The executive is vested with large discretion in such matters, and courts cannot inquire into the degree of necessity or substitute its judgment for that of the Governor. But there must be a limit somewhere. Otherwise we have a government of men and not of laws. As said in the Milligan Case:

"It will be borne in mind that this is not a question of the power to proclaim martial law, when war exists in a community and the courts and civil authorities are overthrown. Nor is it a question what rule a military commander, at the head of his army, can impose on states in rebellion to cripple their resources and quell the insurrection."

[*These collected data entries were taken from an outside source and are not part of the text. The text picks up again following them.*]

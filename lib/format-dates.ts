/** How dates and times are written for people: 24 hours, in the zone where it happens. */

const cache = new Map<string, Intl.DateTimeFormat>();

function format(locale: string, options: Intl.DateTimeFormatOptions): Intl.DateTimeFormat {
  const key = locale + JSON.stringify(options);
  let made = cache.get(key);
  if (!made) {
    made = new Intl.DateTimeFormat(locale, options);
    cache.set(key, made);
  }
  return made;
}

// A local date has no zone: it is read and written at noon UTC, where no offset can move it to another day.
const noon = (localDate: string): Date => new Date(`${localDate}T12:00:00Z`);
const join = (locale: string, options: Intl.DateTimeFormatOptions, at: Date): string =>
  format(locale, options).format(at).replaceAll(",", "");

/** "Saturday 20 March" from "2027-03-20". */
export function longDay(localDate: string, locale = "en-GB"): string {
  return join(
    locale,
    { weekday: "long", day: "numeric", month: "long", timeZone: "UTC" },
    noon(localDate),
  );
}

/** "Sat 20 Mar". */
export function shortDay(localDate: string, locale = "en-GB"): string {
  return join(
    locale,
    { weekday: "short", day: "numeric", month: "short", timeZone: "UTC" },
    noon(localDate),
  );
}

/** "20 Mar 2027". */
export function dayOfYear(localDate: string, locale = "en-GB"): string {
  return join(
    locale,
    { day: "numeric", month: "short", year: "numeric", timeZone: "UTC" },
    noon(localDate),
  );
}

/** "18:40", as a wall clock in the zone shows it. */
export function clock(at: Date, zone: string): string {
  return format("en-GB", {
    hour: "2-digit",
    minute: "2-digit",
    hourCycle: "h23",
    timeZone: zone,
  }).format(at);
}

/** "2027-03-20", the local day of an instant. */
export function localDay(at: Date, zone: string): string {
  return format("en-CA", {
    year: "numeric",
    month: "2-digit",
    day: "2-digit",
    timeZone: zone,
  }).format(at);
}

/** "Sat 20 Mar, 18:40". */
export function dayAndClock(at: Date, zone: string, locale = "en-GB"): string {
  return `${shortDay(localDay(at, zone), locale)}, ${clock(at, zone)}`;
}

/** "18:40–19:30"; a stretch that ends on another day says so. */
export function clockSpan(from: Date, to: Date, zone: string): string {
  const end = clock(to, zone);
  const later =
    localDay(from, zone) === localDay(to, zone) || end === "00:00"
      ? ""
      : ` (${shortDay(localDay(to, zone))})`;
  return `${clock(from, zone)}–${end}${later}`;
}

/** "18:40–19:30"; whole days by name: "on Sat 20 Mar", "from Sat 20 Mar to Mon 22 Mar". */
export function daysOrClocks(from: Date, to: Date, zone: string): string {
  if (clock(from, zone) !== "00:00" || clock(to, zone) !== "00:00")
    return clockSpan(from, to, zone);
  const first = localDay(from, zone);
  const last = localDay(new Date(to.getTime() - 1), zone);
  return first === last ? `on ${shortDay(first)}` : `from ${shortDay(first)} to ${shortDay(last)}`;
}
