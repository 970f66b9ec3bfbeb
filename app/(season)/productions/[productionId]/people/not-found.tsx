import Link from "next/link";
import { Button } from "@/components/ui/button";
import { EmptyState } from "@/components/ui/empty-state";

export default function PeopleNotFound() {
  return (
    <EmptyState
      level={1}
      title="This is not here"
      action={
        <Button asChild>
          <Link href="/season">Back to your season</Link>
        </Button>
      }
    >
      It may have been removed, or it is not for your position in the production.
    </EmptyState>
  );
}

And in that case, as counsel has urged here, attention was called to the fact that the circuit court was meeting; that it needed no bayonets to protect it, and required no military aid to execute its judgments. Likewise, there is no assertion made by counsel that anybody committing a crime in Boulder or Weld counties would not receive punishment in the state courts. They are engaged in the trials of offenses, and, as in the Milligan Case, have never been interrupted.

A very eminent English authority has said in respect to the use of martial law — and I refer to martial law, because the situation is somewhat analogous:

"The use of martial law under the prerogative of the crown `can only be tolerated because, by reason of open rebellion, the enforcing of any other law has become impossible.' `When the regular courts are open, so that criminals might be delivered over to them to be dealt with according to law, there is not, as we conceive, any right in the crown to adopt any other course of proceeding. Such power can only be conferred by the Legislature.' `Martial law can never be enforced for the ordinary purposes of civil or even criminal justice, except in the latter so far as the necessity arising from actual resistance compels its adoption.'"

An interesting discussion is found in United States v. Lee, 106 U. S. 196, 1 S. Ct. 240, 27 L. Ed. 171. While it is not in point here, it is very illuminating. A son of General Lee sued to recover possession of 1,100 acres of land known as the Arlington estate, which was bid in by the United States government at tax sale, and was in its possession and under the control of the defendants, military officers, by order of the President. It was contended in behalf of the United States that the property belonged to the government, and was in the actual possession of its officers, and therefore the courts had no jurisdiction. Judge Miller said:

"No man in this country is so high that he is above the law. No officer of the law may set that law at defiance with impunity. All the officers of the government, from the highest to the lowest, are creatures of the law and are bound to obey it."

"Shall it be said," he asked, "that the courts cannot give remedy when the citizen has been deprived of his property by force, his estate seized and converted to the use of the government without any lawful authority, without any process of law and without any compensation, because the President has ordered it and his officers are in possession?"

Likewise can a citizen be deprived of his liberty because the Governor of a state orders it, and his military officers have him in their custody?

I am not unmindful, as I have already stated, of the efforts that have been made by the officers of the law and the Governor to deal with a situation created by those for whom we can have no sympathy. These emergencies generally result from the failure of local officers to carry out their oath of office. The small body of state police did in this situation what could easily have been done by every sheriff in this state. If they had cared to perform their sworn duty, we would not have had a strike. But, be that as it may, it does not justify a resort to illegal methods. All we can do when such a case comes here is to examine the authorities, determine what the law is, and afford every citizen the rights granted to him by the Constitution *146 of the United States, irrespective of all other considerations.

It follows from what I have said that the demurrer to the return will have to be sustained, the writ granted, and the prisoners discharged.